The results against Manchester United and Southampton with an unchanged side will likely mean that we see this eleven fielded from the off again, and to be fair there is no one that is droppable after those matches.
After four matches without a victory, Everton got back to winning ways last time out with a 2-0 success at home to West Ham. They are likely to line up in a 4-2-3-1 formation. After an excellent start to the season they had dropped of prior to last weekend, and will now be looking to kick on again.
Key areas tactically will be how the flanks are marshalled, and whether Everton can be drawn out. The first point here is of interest, as Oviedo, and particularly Coleman provide a key source of width going forward for Everton. In our current system, the opposition full backs will need to be tracked by our two wingers, likely to be Pedro and Hazard. Conte may well put Pedro on the right to face up to Coleman who in recent matches has ventured furthest forward of Everton’s full backs, but the point here is that either are likely to punish us if given the freedom to roam untracked. With the likelihood of a 2v3 situation in Everton’s favour in the centre of the pitch, we cannot afford to have to pull Kante or Matic into wide areas to pick up an untracked full back.
As to the second point, against both Manchester United and Southampton, we were able to counter attack with great success, especially against Southampton. This now looks like a key attribute to our forward play. The main reason this worked was that Southampton enjoyed periods of possession that we defended perfectly, forcing them wide and making them commit more players, this left the space for us to counter attack into. Everton may not be as keen to play this game as they are away from home and under less pressure to play for a win. For instance in their 1-1 draw away against Manchester City, they only had 27% off the possession and were in their own half for the majority of the match. In our win at St Mary’s, we had 45% of the possession. So it becomes a different test of our system tactically if we have to break down a side that is sitting deeper and reluctant to push up. In their draw away at the Etihad, Koeman employed slightly different tactics. Playing against a back three, Coleman and Oviedo were used less, and diagonal balls were hit out to their wingers to try and use the space wide and stretched the Manchester City central defenders, with their wing backs unable to cover them as they were further up the pitch. This may be a tactic we will have to be aware off if Everton do end up being pinned back. This is especially the case with the rapid Bolasie likely to be one of their wide players.

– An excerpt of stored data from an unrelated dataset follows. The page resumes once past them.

/**
 * The pool's sign-off evaluation, called as the worker thread calls it (its own connection
 * from the file's path): the same input, verdict, data revision and settings the request loop's
 * connection gives for the same moment, a revision that counts a change made on the other
 * connection, and the settings handed back even without the input, so a request on them is still
 * checked against the company's thresholds.
 */
import { eq } from 'drizzle-orm'
import { describe, expect, it } from 'vitest'
import { resolveThresholds } from '../../../../shared/cycle/thresholds'
import { readings, tanks } from '../../../../server/db/schema'
import { tankDataRevisionInDb } from '../../../../server/domain/readings/data-revision'
import { readCompanySettings, saveCompanySettings } from '../../../../server/domain/settings/update'
import { decideSignOff, requestSignOff } from '../../../../server/domain/sign-off/commands'
import { EvaluationOutdated, evaluateForSignOff, type SignOffVerdict } from '../../../../server/domain/sign-off/evaluation'
import { signOffEvaluation } from '../../../../server/workers/sign-off-evaluation'
import { seededDatabase } from '../../../support/seeded-database'
import { refusalOf } from '../../../support/sign-off-refusal'

const { db, dbPath, demo } = await seededDatabase('sign-off-evaluation-worker')

describe('the sign-off evaluation task', () => {
  it('gives what the loop gives, as of the same moment, without the input (a request records none); null for no such tank', () => {
    const now = new Date()
    const onLoop = evaluateForSignOff(db, demo.tanks.nano, now)!
    const inPool = signOffEvaluation({ dbPath, tankId: demo.tanks.nano, nowMs: now.getTime() })
    expect(inPool).toEqual({ now: onLoop.now, verdict: onLoop.verdict, revision: onLoop.revision, settings: { tank: onLoop.input.tank, thresholds: onLoop.input.thresholds } })
    expect(inPool).not.toHaveProperty('input')
    expect(onLoop.now).toBe(now.toISOString())
    expect(signOffEvaluation({ dbPath, tankId: 'no-such-tank', nowMs: now.getTime() })).toBeNull()
  })

  it('reads the revision the request loop\'s connection wrote', () => {
    const before = signOffEvaluation({ dbPath, tankId: demo.tanks.nano, nowMs: Date.now() })!
    const test = db.select({ id: readings.id }).from(readings).where(eq(readings.tankId, demo.tanks.nano)).get()!
    db.update(readings).set({ notes: 'read again' }).where(eq(readings.id, test.id)).run()
    const after = signOffEvaluation({ dbPath, tankId: demo.tanks.nano, nowMs: Date.now() })!.revision
    expect(after).toBeGreaterThan(before.revision)
    expect(after).toBe(tankDataRevisionInDb(db, demo.tanks.nano))
  })

  it('hands back what the verdict was made under even without the input: a request on it is refused once the company\'s thresholds changed', () => {
    const aquarist = { id: demo.users.aquarist, organisationId: demo.organisationId, role: 'aquarist' as const }
    const supervisor = { id: demo.users.supervisor, organisationId: demo.organisationId, role: 'supervisor' as const }
    const tankRow = () => db.select().from(tanks).where(eq(tanks.id, demo.tanks.nano)).get()!
    // The demo nano's waiting request is returned first, so it may be asked for again.
    decideSignOff(db, supervisor, tankRow(), 'return', 'Ask again once the photos are in.', evaluateForSignOff(db, demo.tanks.nano, new Date())!)
    const inPool = signOffEvaluation({ dbPath, tankId: demo.tanks.nano, nowMs: Date.now() }) as SignOffVerdict
    expect(inPool.verdict.phase).toBe('complete')
    const current = readCompanySettings(db, demo.organisationId)!
    const thresholds = { ...current.settings.thresholds, stableMinTests: resolveThresholds(current.settings.thresholds).stableMinTests + 1 }
    expect(saveCompanySettings(db, { id: demo.users.admin, organisationId: demo.organisationId }, { name: current.name, settings: { ...current.settings, thresholds }, version: current.version }).ok).toBe(true)
    expect(refusalOf(() => requestSignOff(db, aquarist, tankRow(), 'Zero for a week', true, inPool))).toBeInstanceOf(EvaluationOutdated)
  })
})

This will be the 17th meeting between the sides, with Chelsea on top with 68 wins. We faced each other three times last season, with Everton knocking us out of the FA Cup in the quarter finals with a 2-0 win at Goodison park, where they also turned us over 3-1 in the league. The reverse fixture at Stamford Bridge was a 3-3 draw. We do however have an excellent record against the Evertonians at Stamford Bridge, with 39 wins and only 12 defeats in the league, with 25 draws. It is also 22 years since Everton won at the Bridge, and we have a 21 match unbeaten run against them at home in the league. Everton have taken six draws out of their last ten visits though, including another 3-3 in 09/10. Prior to our draw last season, we had won the previous four meetings at home. Chelsea have also netted the most goals against Everton, so there are plenty of good omens for a home win here.